■ **Task directions**: Return only the stretch of the material below that begins with the line containing "assert np.all(np.isfinite(log_p_from_q0(z *" and ends with the line containing "assert z_from_log_p(0.0) == -math.inf", exactly; both of those lines belong to it.

■ **Information given**:

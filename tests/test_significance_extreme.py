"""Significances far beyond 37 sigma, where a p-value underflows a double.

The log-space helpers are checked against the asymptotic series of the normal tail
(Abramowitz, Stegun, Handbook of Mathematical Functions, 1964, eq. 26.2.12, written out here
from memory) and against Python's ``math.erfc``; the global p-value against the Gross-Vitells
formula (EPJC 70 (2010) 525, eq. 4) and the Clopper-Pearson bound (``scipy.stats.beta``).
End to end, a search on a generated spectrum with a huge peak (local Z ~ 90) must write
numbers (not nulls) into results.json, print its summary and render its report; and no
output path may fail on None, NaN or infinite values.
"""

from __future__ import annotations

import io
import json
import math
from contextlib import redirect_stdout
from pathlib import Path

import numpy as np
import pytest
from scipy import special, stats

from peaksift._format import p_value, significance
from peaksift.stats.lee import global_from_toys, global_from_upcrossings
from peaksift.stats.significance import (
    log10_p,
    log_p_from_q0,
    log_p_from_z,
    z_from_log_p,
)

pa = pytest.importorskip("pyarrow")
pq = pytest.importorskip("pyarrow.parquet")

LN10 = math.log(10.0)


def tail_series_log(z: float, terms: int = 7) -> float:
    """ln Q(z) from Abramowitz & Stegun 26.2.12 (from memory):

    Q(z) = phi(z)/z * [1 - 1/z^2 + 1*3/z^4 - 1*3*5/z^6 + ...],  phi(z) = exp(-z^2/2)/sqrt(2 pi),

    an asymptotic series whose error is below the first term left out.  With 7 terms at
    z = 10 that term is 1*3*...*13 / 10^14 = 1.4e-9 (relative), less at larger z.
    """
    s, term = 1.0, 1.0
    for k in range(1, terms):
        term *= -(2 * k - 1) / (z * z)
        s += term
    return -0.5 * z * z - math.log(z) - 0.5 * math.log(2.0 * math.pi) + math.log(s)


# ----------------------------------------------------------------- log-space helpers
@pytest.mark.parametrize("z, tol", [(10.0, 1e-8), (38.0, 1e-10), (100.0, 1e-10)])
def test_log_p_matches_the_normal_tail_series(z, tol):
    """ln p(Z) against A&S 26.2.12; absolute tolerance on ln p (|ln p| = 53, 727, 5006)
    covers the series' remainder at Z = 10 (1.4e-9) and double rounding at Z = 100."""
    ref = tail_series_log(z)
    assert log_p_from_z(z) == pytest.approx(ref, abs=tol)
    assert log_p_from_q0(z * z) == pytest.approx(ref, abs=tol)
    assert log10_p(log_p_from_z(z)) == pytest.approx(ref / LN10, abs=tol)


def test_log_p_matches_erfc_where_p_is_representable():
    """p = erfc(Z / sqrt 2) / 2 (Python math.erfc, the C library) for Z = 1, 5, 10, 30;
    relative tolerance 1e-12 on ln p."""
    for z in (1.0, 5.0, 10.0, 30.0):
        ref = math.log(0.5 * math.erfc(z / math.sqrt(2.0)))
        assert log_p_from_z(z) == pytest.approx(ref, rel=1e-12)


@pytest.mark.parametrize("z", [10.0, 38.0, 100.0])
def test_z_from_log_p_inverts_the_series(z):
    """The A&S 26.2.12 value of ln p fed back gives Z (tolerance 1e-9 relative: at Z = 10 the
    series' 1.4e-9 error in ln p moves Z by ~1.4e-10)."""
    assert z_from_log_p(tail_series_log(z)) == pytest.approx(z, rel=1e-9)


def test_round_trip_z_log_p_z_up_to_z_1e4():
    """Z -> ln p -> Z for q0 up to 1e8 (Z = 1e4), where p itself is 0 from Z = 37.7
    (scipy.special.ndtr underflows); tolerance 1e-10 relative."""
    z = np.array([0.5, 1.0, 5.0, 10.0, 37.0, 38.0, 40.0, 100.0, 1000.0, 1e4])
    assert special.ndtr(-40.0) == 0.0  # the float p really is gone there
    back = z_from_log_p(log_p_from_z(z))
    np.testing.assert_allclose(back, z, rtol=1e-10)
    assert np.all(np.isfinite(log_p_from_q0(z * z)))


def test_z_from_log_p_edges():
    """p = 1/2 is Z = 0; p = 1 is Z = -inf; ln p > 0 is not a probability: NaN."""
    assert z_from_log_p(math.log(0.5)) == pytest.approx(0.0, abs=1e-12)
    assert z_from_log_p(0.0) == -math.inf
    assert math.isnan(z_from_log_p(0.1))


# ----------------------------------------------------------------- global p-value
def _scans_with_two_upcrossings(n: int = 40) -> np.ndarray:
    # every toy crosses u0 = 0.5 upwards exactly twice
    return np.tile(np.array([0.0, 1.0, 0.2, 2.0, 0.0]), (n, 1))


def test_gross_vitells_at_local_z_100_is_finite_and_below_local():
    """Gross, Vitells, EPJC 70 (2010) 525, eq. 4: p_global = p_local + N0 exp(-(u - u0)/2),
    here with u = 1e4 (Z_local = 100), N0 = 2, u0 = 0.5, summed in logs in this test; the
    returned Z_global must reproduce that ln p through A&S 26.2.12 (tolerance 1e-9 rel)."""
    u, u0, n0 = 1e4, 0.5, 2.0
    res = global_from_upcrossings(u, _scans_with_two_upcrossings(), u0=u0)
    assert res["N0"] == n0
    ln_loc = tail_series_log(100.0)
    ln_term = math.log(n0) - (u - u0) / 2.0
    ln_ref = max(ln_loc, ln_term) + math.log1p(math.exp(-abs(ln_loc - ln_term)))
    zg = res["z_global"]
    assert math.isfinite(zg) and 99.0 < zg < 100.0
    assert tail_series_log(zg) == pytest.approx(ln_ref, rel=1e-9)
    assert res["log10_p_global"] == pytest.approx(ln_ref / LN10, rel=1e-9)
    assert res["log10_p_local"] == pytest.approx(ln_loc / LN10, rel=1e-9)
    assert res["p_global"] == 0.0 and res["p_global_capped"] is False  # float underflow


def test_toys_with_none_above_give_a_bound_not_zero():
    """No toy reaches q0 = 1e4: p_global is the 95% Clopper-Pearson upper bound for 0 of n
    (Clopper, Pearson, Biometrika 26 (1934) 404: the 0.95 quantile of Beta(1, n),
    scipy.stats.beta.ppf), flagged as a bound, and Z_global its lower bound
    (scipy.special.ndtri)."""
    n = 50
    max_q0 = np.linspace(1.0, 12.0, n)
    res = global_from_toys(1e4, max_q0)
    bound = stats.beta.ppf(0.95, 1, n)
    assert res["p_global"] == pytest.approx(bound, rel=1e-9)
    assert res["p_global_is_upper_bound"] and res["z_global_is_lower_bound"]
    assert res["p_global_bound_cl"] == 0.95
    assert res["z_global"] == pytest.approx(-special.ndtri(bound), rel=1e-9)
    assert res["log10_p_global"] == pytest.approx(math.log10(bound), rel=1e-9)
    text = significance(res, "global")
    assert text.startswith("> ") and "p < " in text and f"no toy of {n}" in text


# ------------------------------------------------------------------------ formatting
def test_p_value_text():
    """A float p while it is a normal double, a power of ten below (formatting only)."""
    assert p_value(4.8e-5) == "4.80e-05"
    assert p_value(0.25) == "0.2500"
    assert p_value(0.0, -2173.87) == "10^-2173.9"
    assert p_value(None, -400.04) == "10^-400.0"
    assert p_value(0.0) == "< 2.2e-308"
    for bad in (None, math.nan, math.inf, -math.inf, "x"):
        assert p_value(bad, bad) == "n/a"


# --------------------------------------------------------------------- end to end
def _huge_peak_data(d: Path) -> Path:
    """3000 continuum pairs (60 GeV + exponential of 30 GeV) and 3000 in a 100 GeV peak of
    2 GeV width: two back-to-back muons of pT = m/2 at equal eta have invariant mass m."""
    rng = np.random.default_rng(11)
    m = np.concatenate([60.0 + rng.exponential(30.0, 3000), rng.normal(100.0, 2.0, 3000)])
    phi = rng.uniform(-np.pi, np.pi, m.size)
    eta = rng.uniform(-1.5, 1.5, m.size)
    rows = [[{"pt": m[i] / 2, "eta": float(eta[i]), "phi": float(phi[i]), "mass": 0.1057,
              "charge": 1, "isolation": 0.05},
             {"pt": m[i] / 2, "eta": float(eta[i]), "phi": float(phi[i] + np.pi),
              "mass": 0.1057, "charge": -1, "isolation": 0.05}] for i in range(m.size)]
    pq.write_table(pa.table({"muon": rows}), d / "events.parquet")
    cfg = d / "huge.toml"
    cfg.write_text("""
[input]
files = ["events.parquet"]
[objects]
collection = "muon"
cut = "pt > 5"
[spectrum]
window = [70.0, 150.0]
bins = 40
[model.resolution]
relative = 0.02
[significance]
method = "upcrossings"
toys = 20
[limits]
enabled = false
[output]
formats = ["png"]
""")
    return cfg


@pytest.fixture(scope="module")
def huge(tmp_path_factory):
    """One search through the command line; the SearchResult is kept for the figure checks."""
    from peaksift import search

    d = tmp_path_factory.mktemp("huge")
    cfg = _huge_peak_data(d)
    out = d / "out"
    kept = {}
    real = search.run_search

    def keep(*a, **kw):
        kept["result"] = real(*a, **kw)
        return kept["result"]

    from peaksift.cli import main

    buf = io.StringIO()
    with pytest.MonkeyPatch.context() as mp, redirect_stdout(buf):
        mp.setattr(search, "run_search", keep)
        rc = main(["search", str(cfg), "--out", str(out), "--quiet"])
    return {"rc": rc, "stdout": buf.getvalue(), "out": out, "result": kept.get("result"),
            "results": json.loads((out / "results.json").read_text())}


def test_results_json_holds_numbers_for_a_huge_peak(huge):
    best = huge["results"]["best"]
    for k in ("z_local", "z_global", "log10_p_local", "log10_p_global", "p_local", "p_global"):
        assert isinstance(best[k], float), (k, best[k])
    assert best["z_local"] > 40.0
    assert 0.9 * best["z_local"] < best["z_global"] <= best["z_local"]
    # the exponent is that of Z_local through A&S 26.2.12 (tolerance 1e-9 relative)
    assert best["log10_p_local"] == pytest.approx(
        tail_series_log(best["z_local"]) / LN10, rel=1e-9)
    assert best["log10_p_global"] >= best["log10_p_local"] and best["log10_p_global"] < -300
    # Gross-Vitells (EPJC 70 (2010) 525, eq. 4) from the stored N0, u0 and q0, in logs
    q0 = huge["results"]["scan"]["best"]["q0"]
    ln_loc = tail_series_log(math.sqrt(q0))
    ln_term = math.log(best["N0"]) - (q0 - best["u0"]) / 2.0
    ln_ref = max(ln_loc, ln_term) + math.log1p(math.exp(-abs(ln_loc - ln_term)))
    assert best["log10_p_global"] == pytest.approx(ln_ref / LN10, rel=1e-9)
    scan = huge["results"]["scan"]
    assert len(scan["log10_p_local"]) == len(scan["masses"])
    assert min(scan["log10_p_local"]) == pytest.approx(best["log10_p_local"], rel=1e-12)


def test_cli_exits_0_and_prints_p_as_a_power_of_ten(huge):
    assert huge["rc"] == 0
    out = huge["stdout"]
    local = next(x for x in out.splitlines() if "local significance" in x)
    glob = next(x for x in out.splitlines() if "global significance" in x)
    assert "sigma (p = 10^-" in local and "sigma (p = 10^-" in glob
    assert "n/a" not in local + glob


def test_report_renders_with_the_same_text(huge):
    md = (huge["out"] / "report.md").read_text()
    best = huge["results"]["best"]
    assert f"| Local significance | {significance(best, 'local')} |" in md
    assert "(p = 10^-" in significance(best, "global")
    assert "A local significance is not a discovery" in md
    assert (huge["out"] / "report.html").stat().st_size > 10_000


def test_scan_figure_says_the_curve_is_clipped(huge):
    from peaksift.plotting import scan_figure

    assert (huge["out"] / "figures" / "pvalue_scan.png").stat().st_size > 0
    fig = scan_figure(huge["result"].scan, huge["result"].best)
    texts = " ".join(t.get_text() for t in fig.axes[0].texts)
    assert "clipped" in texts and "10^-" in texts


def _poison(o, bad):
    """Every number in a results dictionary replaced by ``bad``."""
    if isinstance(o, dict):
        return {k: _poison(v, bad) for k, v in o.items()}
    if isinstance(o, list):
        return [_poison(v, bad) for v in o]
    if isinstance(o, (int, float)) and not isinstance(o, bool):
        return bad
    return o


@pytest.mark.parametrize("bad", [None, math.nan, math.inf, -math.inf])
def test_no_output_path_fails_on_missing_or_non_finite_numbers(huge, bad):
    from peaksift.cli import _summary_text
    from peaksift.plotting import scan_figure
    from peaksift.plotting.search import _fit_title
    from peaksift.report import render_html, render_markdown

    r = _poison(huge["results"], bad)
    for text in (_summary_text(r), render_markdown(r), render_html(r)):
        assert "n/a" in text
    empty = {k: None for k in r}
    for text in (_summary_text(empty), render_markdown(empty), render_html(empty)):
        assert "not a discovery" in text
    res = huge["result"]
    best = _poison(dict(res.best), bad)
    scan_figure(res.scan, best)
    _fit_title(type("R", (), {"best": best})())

...

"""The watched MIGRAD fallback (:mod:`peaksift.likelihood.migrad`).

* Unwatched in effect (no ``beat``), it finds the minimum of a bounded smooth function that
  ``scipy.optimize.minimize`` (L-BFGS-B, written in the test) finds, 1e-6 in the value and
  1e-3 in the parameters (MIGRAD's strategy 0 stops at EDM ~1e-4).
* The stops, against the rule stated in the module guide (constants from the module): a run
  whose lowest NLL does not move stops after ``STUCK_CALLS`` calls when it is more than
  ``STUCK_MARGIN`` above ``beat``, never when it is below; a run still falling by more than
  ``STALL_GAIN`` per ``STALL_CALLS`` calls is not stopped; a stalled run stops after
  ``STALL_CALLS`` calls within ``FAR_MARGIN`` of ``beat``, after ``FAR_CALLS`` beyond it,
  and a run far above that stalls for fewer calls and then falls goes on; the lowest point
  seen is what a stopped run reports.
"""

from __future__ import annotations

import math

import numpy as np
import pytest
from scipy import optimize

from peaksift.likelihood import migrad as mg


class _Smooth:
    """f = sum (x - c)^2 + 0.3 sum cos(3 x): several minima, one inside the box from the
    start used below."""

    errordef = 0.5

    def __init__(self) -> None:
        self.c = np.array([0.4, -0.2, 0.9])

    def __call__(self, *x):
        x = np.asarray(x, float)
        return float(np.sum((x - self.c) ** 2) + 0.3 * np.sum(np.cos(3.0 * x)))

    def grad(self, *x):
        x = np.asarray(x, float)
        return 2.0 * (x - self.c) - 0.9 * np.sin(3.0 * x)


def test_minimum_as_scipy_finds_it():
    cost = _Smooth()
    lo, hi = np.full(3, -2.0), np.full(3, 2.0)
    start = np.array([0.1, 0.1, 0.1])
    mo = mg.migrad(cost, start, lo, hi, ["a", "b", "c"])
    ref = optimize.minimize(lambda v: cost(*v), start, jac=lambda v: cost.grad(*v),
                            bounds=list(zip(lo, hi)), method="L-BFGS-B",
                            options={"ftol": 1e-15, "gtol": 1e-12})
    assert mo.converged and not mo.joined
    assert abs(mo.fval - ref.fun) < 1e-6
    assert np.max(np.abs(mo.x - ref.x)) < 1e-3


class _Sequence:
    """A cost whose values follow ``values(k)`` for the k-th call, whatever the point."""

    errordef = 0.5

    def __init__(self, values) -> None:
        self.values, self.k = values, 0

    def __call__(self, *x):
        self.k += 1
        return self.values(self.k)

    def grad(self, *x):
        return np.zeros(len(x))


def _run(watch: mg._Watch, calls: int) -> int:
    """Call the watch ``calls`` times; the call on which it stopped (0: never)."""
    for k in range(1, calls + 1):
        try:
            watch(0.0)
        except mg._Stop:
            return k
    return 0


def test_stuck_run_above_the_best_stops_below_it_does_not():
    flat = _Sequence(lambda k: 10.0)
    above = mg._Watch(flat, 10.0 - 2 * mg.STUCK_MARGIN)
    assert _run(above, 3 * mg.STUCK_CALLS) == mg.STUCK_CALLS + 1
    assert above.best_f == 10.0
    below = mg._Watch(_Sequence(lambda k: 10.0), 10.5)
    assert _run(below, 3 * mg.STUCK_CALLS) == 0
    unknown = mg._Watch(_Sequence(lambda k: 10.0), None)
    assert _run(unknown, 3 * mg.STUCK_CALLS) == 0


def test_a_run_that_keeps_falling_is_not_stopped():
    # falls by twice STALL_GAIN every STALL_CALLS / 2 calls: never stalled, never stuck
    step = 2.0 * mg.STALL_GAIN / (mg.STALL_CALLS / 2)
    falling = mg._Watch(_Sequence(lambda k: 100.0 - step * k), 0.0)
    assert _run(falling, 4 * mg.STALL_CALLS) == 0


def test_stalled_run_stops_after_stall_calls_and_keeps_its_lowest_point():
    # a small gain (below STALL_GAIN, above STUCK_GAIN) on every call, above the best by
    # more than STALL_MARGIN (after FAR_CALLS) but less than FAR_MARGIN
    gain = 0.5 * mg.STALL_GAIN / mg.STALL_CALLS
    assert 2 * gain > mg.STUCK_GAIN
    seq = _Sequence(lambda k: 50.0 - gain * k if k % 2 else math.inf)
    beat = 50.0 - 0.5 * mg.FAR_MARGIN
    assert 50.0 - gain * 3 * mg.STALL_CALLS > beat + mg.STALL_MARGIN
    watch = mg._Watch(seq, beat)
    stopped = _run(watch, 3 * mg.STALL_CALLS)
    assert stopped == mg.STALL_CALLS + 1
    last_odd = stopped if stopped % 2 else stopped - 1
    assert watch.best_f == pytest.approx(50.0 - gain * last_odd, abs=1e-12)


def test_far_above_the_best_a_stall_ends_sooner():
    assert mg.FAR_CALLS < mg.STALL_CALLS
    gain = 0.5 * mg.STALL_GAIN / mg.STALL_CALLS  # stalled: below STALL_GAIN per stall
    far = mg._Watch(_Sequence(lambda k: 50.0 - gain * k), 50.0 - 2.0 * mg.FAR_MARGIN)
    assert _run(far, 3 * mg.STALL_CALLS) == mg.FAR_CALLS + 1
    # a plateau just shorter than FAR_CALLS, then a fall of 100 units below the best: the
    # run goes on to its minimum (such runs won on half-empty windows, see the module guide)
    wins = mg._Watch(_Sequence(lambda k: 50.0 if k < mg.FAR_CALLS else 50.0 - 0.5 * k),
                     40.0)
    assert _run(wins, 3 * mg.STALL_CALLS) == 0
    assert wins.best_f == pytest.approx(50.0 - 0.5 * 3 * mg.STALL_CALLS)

■ **Result of the task**:
    assert np.all(np.isfinite(log_p_from_q0(z * z)))


def test_z_from_log_p_edges():
    """p = 1/2 is Z = 0; p = 1 is Z = -inf; ln p > 0 is not a probability: NaN."""
    assert z_from_log_p(math.log(0.5)) == pytest.approx(0.0, abs=1e-12)
    assert z_from_log_p(0.0) == -math.inf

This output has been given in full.